(Stored data)
+++

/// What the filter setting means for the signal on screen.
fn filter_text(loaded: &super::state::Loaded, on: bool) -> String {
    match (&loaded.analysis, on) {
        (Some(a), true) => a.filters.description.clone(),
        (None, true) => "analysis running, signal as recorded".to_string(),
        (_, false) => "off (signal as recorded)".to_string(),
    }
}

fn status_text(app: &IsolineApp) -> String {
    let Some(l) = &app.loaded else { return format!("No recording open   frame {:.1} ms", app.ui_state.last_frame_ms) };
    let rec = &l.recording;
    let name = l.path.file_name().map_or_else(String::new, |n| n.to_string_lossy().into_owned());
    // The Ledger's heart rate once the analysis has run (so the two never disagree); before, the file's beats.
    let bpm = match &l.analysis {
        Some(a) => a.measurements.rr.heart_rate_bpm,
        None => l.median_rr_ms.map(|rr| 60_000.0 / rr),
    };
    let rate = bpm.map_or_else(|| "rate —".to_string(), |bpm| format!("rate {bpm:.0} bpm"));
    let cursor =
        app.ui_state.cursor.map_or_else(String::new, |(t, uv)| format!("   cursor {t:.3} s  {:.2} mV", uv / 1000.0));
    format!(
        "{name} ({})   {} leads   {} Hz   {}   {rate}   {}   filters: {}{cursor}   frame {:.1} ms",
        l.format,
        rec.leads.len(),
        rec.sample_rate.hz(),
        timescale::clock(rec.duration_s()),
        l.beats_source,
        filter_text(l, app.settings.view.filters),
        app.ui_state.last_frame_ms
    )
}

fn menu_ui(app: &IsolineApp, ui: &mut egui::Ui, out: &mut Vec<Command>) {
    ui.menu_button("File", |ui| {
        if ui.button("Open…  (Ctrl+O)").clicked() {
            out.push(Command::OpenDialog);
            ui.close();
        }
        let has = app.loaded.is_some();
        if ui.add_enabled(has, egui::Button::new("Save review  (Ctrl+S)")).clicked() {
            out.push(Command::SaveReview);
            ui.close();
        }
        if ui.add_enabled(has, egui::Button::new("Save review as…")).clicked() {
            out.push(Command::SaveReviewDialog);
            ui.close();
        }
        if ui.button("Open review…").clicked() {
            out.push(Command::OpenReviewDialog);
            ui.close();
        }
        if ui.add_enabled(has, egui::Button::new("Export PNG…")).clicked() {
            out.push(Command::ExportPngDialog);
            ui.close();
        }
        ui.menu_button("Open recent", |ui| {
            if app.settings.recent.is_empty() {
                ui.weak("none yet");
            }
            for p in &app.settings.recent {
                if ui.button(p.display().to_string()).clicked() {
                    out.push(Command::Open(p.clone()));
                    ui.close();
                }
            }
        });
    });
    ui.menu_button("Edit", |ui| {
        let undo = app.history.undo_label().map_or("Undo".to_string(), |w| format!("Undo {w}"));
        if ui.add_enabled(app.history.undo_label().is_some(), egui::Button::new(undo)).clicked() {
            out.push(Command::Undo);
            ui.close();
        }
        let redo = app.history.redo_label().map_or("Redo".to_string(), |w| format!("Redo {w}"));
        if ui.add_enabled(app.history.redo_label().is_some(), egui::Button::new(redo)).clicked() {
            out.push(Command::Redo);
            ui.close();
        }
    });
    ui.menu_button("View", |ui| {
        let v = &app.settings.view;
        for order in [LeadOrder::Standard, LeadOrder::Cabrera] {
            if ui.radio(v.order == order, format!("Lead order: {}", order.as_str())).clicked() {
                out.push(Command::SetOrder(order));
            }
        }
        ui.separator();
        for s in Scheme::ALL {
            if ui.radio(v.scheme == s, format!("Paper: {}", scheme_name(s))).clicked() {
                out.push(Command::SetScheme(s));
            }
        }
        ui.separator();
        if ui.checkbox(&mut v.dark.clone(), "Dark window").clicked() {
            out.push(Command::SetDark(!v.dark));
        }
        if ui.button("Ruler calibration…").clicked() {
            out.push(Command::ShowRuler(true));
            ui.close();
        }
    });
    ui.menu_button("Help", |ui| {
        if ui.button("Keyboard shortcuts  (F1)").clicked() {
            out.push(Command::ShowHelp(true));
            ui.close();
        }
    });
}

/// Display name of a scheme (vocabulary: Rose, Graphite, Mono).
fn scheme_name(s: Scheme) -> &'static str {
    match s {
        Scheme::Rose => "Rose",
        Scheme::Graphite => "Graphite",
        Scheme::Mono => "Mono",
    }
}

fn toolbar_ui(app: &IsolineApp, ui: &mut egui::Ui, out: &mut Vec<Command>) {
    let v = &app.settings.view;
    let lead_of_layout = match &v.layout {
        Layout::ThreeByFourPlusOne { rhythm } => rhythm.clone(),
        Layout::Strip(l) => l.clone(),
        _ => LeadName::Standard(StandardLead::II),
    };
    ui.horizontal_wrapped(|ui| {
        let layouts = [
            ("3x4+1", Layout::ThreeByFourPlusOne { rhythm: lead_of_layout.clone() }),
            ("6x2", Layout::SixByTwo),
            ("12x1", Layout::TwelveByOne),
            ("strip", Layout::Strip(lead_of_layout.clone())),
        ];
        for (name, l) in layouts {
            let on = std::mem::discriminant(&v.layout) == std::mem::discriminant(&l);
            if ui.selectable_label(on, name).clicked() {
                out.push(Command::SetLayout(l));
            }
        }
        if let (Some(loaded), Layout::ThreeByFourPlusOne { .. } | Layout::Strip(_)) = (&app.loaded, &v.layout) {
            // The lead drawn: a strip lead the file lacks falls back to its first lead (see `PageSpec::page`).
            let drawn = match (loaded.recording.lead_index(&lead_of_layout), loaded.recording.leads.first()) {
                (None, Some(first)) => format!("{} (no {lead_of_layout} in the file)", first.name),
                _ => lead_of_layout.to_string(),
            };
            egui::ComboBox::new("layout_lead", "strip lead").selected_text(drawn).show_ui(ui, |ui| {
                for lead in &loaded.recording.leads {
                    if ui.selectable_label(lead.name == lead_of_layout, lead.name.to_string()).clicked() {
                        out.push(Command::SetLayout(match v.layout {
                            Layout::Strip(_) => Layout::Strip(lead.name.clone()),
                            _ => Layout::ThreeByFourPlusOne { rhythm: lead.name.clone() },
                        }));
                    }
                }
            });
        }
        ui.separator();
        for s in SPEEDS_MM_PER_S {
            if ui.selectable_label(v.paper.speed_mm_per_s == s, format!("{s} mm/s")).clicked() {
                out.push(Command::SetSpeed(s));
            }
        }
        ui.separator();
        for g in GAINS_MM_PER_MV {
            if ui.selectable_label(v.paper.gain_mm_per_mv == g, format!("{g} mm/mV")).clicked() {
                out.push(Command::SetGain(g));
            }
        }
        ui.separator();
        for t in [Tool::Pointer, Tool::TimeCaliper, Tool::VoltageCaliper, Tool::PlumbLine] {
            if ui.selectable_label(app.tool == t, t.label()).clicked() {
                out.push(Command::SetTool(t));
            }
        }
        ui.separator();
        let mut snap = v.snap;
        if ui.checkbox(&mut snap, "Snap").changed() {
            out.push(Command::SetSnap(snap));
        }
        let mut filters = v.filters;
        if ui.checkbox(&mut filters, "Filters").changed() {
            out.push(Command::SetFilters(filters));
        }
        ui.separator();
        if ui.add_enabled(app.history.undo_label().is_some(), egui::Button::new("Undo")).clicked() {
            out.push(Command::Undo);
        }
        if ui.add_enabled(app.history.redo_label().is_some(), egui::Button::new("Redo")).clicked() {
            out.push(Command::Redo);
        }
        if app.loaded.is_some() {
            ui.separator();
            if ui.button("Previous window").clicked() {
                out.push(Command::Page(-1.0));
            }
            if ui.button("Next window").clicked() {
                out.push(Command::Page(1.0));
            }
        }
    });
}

+++

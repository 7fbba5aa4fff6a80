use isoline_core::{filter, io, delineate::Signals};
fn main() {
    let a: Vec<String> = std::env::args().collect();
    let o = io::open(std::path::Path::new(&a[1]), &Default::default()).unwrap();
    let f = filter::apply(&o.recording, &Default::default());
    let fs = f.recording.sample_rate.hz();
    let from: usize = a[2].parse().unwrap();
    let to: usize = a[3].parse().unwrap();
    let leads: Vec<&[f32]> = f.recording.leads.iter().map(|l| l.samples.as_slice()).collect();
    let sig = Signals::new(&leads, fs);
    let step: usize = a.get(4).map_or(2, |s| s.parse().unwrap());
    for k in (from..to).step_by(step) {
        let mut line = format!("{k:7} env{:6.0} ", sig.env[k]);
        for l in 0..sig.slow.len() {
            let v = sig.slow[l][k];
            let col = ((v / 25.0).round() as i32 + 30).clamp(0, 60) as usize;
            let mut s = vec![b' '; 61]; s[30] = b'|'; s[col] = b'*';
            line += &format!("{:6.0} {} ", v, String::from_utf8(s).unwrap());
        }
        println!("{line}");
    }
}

+++

▶ **Assignment**:
Among these entries, how many lines include the string "cursor"? Reply with the number by itself.

▶ **Written response**:
3